Closed wailoktam closed 3 years ago
The subword tokenization is done with WordPiece algorithm, samely as in the original BERT models by Google.
Unseen tokens will be represented as [UNK]
tokens.
We have an example usage of a pretrained model with a tokenizer here (it doesn't contain much information, though): https://github.com/cl-tohoku/bert-japanese/blob/master/masked_lm_example.ipynb
Hi, I am looking at your example
Can I assume the tokenizer created with:
BertJapaneseTokenizer.from_pretrained('bert-base-japanese-whole-word-masking')
already include tokenization (word segementation) by Mecab so that I dont need to process the input by Mecab first?
How about sentence splitting?
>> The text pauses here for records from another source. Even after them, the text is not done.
package org.echotrellis.image;

import org.echotrellis.Checks;
import org.echotrellis.InputException;

/**
 * Which echo of a segmented fast-spin-echo train acquires which phase-encoding line.
 *
 * <p>Lines are numbered j = 0 … L−1 from the most negative to the most positive phase-encoding
 * position; k = 0 is line c = ⌊L/2⌋. With E echoes per train there are S = L/E shots (L must be a
 * multiple of E). Rules (common practice, METHODS §13):
 * <ul>
 * <li>{@link Kind#LINEAR} without a centre echo: echo e (1-based) of every shot acquires the
 *     contiguous segment of lines (e−1)·S … e·S−1;</li>
 * <li>{@link Kind#LINEAR} with centre echo C: the segment order is rotated so that echo C acquires
 *     the segment m = ⌊c/S⌋ that holds line c: echo e acquires segment (e − C + m) mod E;</li>
 * <li>{@link Kind#CENTRIC}: lines sorted by |j − c| (ties: the negative side first) are split into
 *     E consecutive groups of S; echo e acquires group e.</li>
 * </ul>
 *
 * @param lines number of phase-encoding lines L
 * @param echoes echoes per train E
 * @param kind ordering rule
 * @param centerEcho 1-based echo placed at k = 0 for rotated linear ordering, or 0 for none
 */
public record KSpaceOrdering(int lines, int echoes, Kind kind, int centerEcho) {
    /** Largest number of phase-encoding lines accepted. */
    public static final int MAX_LINES = 4096;

    /** Ordering rules. */
    public enum Kind {
        /** Contiguous segments, optionally rotated. */
        LINEAR,
        /** Centre out, alternating sides. */
        CENTRIC
    }

    /**
     * Validates.
     *
     * @param lines number of phase-encoding lines L
     * @param echoes echoes per train E
     * @param kind ordering rule
     * @param centerEcho 1-based echo placed at k = 0 for rotated linear ordering, or 0 for none
     * @throws org.echotrellis.InputException if a value is not allowed; the message names it, its value and what is allowed
     */
    public KSpaceOrdering {
        Checks.inRange("phase_lines", lines, 1, MAX_LINES, null);
        Checks.inRange("echoes per train", echoes, 1, MAX_LINES, null);
        if (lines % echoes != 0) {
            throw new InputException("phase_lines " + lines + " must be a multiple of the " + echoes
                    + " echoes per train (shots = lines / echoes)");
        }
        if (kind == null) {
            throw new InputException("ordering must be linear or centric");
        }
        if (kind == Kind.CENTRIC && centerEcho != 0) {
            throw new InputException("center_echo " + centerEcho + " applies to ordering linear only "
                    + "(centric ordering places echo 1 at the centre)");
        }
        if (centerEcho != 0) {
            Checks.inRange("center_echo", centerEcho, 1, echoes, null);
        }
    }

    /**
     * @param lines number of phase-encoding lines L, 1 to {@link #MAX_LINES}
     * @param echoes echoes per train E; L must be a multiple of E
     * @return linear ordering without rotation
     * @throws org.echotrellis.InputException if L is out of range or not a multiple of E
     */
    public static KSpaceOrdering linear(int lines, int echoes) {
        return new KSpaceOrdering(lines, echoes, Kind.LINEAR, 0);
    }

    /**
     * @param lines number of phase-encoding lines L, 1 to {@link #MAX_LINES}
     * @param echoes echoes per train E; L must be a multiple of E
     * @param centerEcho 1-based echo that acquires k = 0, 1 to E
     * @return linear ordering rotated so that echo {@code centerEcho} (1-based) acquires k = 0
     * @throws org.echotrellis.InputException if L is out of range or not a multiple of E, or the centre echo is outside 1 to E
     */
    public static KSpaceOrdering linear(int lines, int echoes, int centerEcho) {
        Checks.inRange("center_echo", centerEcho, 1, Math.max(1, echoes), null);
        return new KSpaceOrdering(lines, echoes, Kind.LINEAR, centerEcho);
    }

    /**
     * @param lines number of phase-encoding lines L, 1 to {@link #MAX_LINES}
     * @param echoes echoes per train E; L must be a multiple of E
     * @return centric ordering
     * @throws org.echotrellis.InputException if L is out of range or not a multiple of E
     */
    public static KSpaceOrdering centric(int lines, int echoes) {
        return new KSpaceOrdering(lines, echoes, Kind.CENTRIC, 0);
    }

    /** @return shots S = L / E */
    public int shots() {
        return lines / echoes;
    }

    /** @return the line at k = 0, ⌊L/2⌋ */
    public int centreLine() {
        return lines / 2;
    }

    /**
     * @return for every line j, the 0-based index of the echo that acquires it (a new array)
     */
    public int[] echoOfLine() {
        int s = shots();
        int c = centreLine();
        int[] echo = new int[lines];
        if (kind == Kind.CENTRIC) {
            // rank r = 0, 1, 2, ...: c, c−1, c+1, c−2, c+2, ... (negative side first), skipping lines off the grid
            int r = 0;
            for (int d = 0; r < lines; d++) {
                if (d == 0) {
                    echo[c] = r++ / s;
                    continue;
                }
                if (c - d >= 0) {
                    echo[c - d] = r++ / s;
                }
                if (c + d < lines) {
                    echo[c + d] = r++ / s;
                }
            }
            return echo;
        }
        int shift = centerEcho == 0 ? 0 : Math.floorMod(c / s - (centerEcho - 1), echoes);
        for (int j = 0; j < lines; j++) {
            int segment = j / s;
            echo[j] = Math.floorMod(segment - shift, echoes);
        }
        return echo;
    }

    /** @return the 0-based index of the echo that acquires line L/2 (sets the effective TE) */
    public int centreEchoIndex() {
        return echoOfLine()[centreLine()];
    }

    /** @return a short description, e.g. "linear, centre echo 8" */
    public String describe() {
        if (kind == Kind.CENTRIC) {
            return "centric";
        }
        return centerEcho == 0 ? "linear" : "linear, centre echo " + centerEcho;
    }
}
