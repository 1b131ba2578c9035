package org.echotrellis.image;

import java.util.List;
import java.util.Random;
import org.echotrellis.Checks;
import org.echotrellis.InputException;

/**
 * Forms the image of a {@link Phantom} as a segmented fast spin echo sees it: every tissue's
 * indicator image is transformed along the phase-encoding direction (columns, {@link Dft}), its
 * k-space line j multiplied by that tissue's weight wⱼ (line j is k-index j − ⌊L/2⌋), the tissues
 * summed, transformed back, complex Gaussian noise of standard deviation σ added to the real and
 * the imaginary part of every pixel (java.util.Random with a fixed seed), and the magnitude taken.
 * The read-out direction is not weighted (no T2* or off-resonance during the read-out). The ideal
 * image puts every tissue at its centre weight. Cost: (T + 1) transforms of length L per column.
 */
public final class PhantomImager {
    private PhantomImager() { }

    /**
     * @param phantom the phantom; its rows must equal the number of lines (see {@link Phantom#withRows})
     * @param tissues per-tissue weights, indexed like the phantom's regions
     * @param noiseSd σ per pixel and channel (0 for none)
     * @param seed noise seed
     * @return the ideal and simulated images
     */
    public static PhantomImages image(Phantom phantom, List<TissueImage> tissues, double noiseSd, long seed) {
        Checks.require(noiseSd >= 0 && Double.isFinite(noiseSd), "noise_sd must be >= 0, got " + noiseSd);
        int rows = phantom.rows();
        int cols = phantom.cols();
        int[] region = phantom.region();
        for (TissueImage t : tissues) {
            if (t.weights().length != rows) {
                throw new InputException("the phantom has " + rows + " rows but the k-space weighting has "
                        + t.weights().length + " lines");
            }
        }
        int nt = tissues.size();
        double[][] w = new double[nt][];
        double[] centre = new double[nt];
        for (int t = 0; t < nt; t++) {
            w[t] = tissues.get(t).weights();
            centre[t] = tissues.get(t).centerSignal();
        }
        int c = rows / 2;
        double[] ideal = new double[rows * cols];
        double[] sim = new double[rows * cols];
        double[] accRe = new double[rows];
        double[] accIm = new double[rows];
        double[] re = new double[rows];
        double[] im = new double[rows];
        Random rng = new Random(seed);
        for (int x = 0; x < cols; x++) {
            java.util.Arrays.fill(accRe, 0);
            java.util.Arrays.fill(accIm, 0);
            for (int t = 0; t < nt; t++) {
                boolean any = false;
                for (int y = 0; y < rows; y++) {
                    boolean in = region[y * cols + x] == t;
                    re[y] = in ? 1 : 0;
                    im[y] = 0;
                    any |= in;
                }
                if (!any) {
                    continue;
                }
                Dft.transform(re, im, false);
                for (int j = 0; j < rows; j++) {
                    int k = Math.floorMod(j - c, rows);
                    accRe[k] += w[t][j] * re[k];
                    accIm[k] += w[t][j] * im[k];
                }
            }
            Dft.transform(accRe, accIm, true);
            for (int y = 0; y < rows; y++) {
                int r = region[y * cols + x];
                ideal[y * cols + x] = r < 0 ? 0 : centre[r];
                double nr = noiseSd == 0 ? 0 : noiseSd * rng.nextGaussian();
                double ni = noiseSd == 0 ? 0 : noiseSd * rng.nextGaussian();
                sim[y * cols + x] = Math.hypot(accRe[y] / rows + nr, accIm[y] / rows + ni);
            }
        }
        return new PhantomImages(rows, cols, ideal, sim, noiseSd, seed);
    }
}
If my input is just a passage not broken down into sentences split by newline, I need to apply a sentence splitter before sending the input to tokenizer created with BertJapaneseTokenizer.from_pretrained('bert-base-japanese-whole-word-masking'), right?
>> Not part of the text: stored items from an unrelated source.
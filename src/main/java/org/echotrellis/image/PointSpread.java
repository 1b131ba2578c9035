package org.echotrellis.image;

/**
 * The point-spread function of a k-space weighting along the phase-encoding direction and its
 * figures.
 *
 * <p>Definition. Line j sits at k-index u = j − c (c = ⌊L/2⌋). An object point at pixel 0 has the
 * k-space data 1 on every line; weighted by w, its image along the phase-encoding direction is the
 * inverse DFT h(x) = (1/L)·Σⱼ wⱼ·exp(+i2π·(j − c)·x/L), x = −c … L−1−c. We report
 * PSF(x) = |h(x)| / w_c: weights all equal to the centre weight w_c give the discrete delta
 * (PSF(0) = 1, zero elsewhere). The sum Σₓ h(x) = w_c, so a region much larger than the PSF
 * takes the value w_c: the centre weight sets the contrast.
 *
 * <p>Figures ({@link #figures(double[])}): the peak is the largest sample (ties: the one nearest
 * the centre); the main lobe runs from the peak down both flanks as long as the samples do not
 * rise; the FWHM adds, on each flank, the distance at which the PSF first falls below half the
 * peak, interpolated linearly between the last sample at or above and the first sample below half
 * (a single sample of height 1 with zero neighbours gives 0.5 + 0.5 = 1 pixel); the side lobe is
 * the largest sample outside the main lobe, relative to the peak. The PSF is periodic in L (a DFT),
 * so the walks wrap around. *
 * <p>Closed form used as a check (common practice; METHODS §13). Single-shot linear ordering (S = 1)
 * with ideal 180° refocusing and echo spacing ESP: line j is echo j + 1, so wⱼ = r^(j+1) with
 * r = exp(−ESP/T2), and w_c = r^(c+1). With θ = 2πx/L the sum is geometric:
 * Σⱼ r^(j+1)·e^{iθ(j−c)} = r·e^{−iθc}·(1 − r^L·e^{iθL}) / (1 − r·e^{iθ}), and e^{iθL} = e^{i2πx} = 1
 * for integer x, so PSF(x) = (1 − r^L) / (L·r^c·√(1 − 2r·cos θ + r²)): a peak of
 * (1 − r^L)/(L·r^c·(1 − r)) at x = 0 and monotone flanks (no side lobes), wider for shorter T2.
 */
final class PointSpread {
    private PointSpread() { }

    /**
     * @param weights the k-space weight of every line j = 0 … L−1 (not modified)
     * @return the centred PSF magnitude: element i is pixel x = i − ⌊L/2⌋ (a new array; NaN
     *         everywhere when the centre weight is 0)
     */
    public static double[] psf(double[] weights) {
        int n = weights.length;
        int c = n / 2;
        double wc = weights[c];
        double[] re = new double[n];
        double[] im = new double[n];
        for (int m = 0; m < n; m++) {                  // a[m] = w at k-index u ≡ m (mod L)
            re[m] = weights[(m + c) % n];
        }
        Dft.transform(re, im, true);
        double[] out = new double[n];
        double norm = 1.0 / (n * wc);
        for (int i = 0; i < n; i++) {
            int x = Math.floorMod(i - c, n);
            out[i] = wc == 0 ? Double.NaN : Math.hypot(re[x], im[x]) * Math.abs(norm);
        }
        return out;
    }

    /**
     * @param psf a centred PSF magnitude (not modified)
     * @return FWHM, peak and largest side lobe; {@link PsfFigures#UNDEFINED} when the PSF is zero or
     *         not finite
     */
    public static PsfFigures figures(double[] psf) {
        int n = psf.length;
        int c = n / 2;
        int pk = -1;
        double peak = 0;
        for (int i = 0; i < n; i++) {
            double v = psf[i];
            if (!(v >= 0) || Double.isInfinite(v)) {
                return PsfFigures.UNDEFINED;
            }
            if (v > peak || (v == peak && pk >= 0 && Math.abs(i - c) < Math.abs(pk - c))) {
                peak = v;
                pk = i;
            }
        }
        if (!(peak > 0)) {
            return PsfFigures.UNDEFINED;
        }
        double half = 0.5 * peak;
        double fwhm = Math.min(n, crossing(psf, pk, 1, half) + crossing(psf, pk, -1, half));
        int right = lobeEnd(psf, pk, 1);
        int left = lobeEnd(psf, pk, -1);
        double side = 0;
        for (int k = right + 1; k < n - left; k++) {
            side = Math.max(side, psf[(pk + k) % n]);
        }
        return new PsfFigures(fwhm, peak, side / peak);
    }

    /** Distance from the peak at which the flank in direction dir first falls below half (n if never). */
    private static double crossing(double[] p, int pk, int dir, double half) {
        int n = p.length;
        for (int k = 1; k < n; k++) {
            double v = p[Math.floorMod(pk + dir * k, n)];
            if (v < half) {
                double u = p[Math.floorMod(pk + dir * (k - 1), n)];
                return (k - 1) + (u - half) / (u - v);
            }
        }
        return n;
    }

    /** Steps from the peak to the first local minimum in direction dir (at most n − 1). */
    private static int lobeEnd(double[] p, int pk, int dir) {
        int n = p.length;
        int k = 0;
        while (k < n - 1 && p[Math.floorMod(pk + dir * (k + 1), n)] <= p[Math.floorMod(pk + dir * k, n)]) {
            k++;
        }
        return k;
    }
}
Yes, BertJapaneseTokenizer includes word segmentation so you don't need to split a text into words by yourself.
On the other hand, You will have to split a text into sentences by yourself. (This design decision also follows the original BERT models.)
The part about tokenizing with Mecab is clear but what about the sub-word tokenization? And what if there are words found in the data used for finetuning but not found in the data used for pretraining? Some guide on using your pretrained model would be great.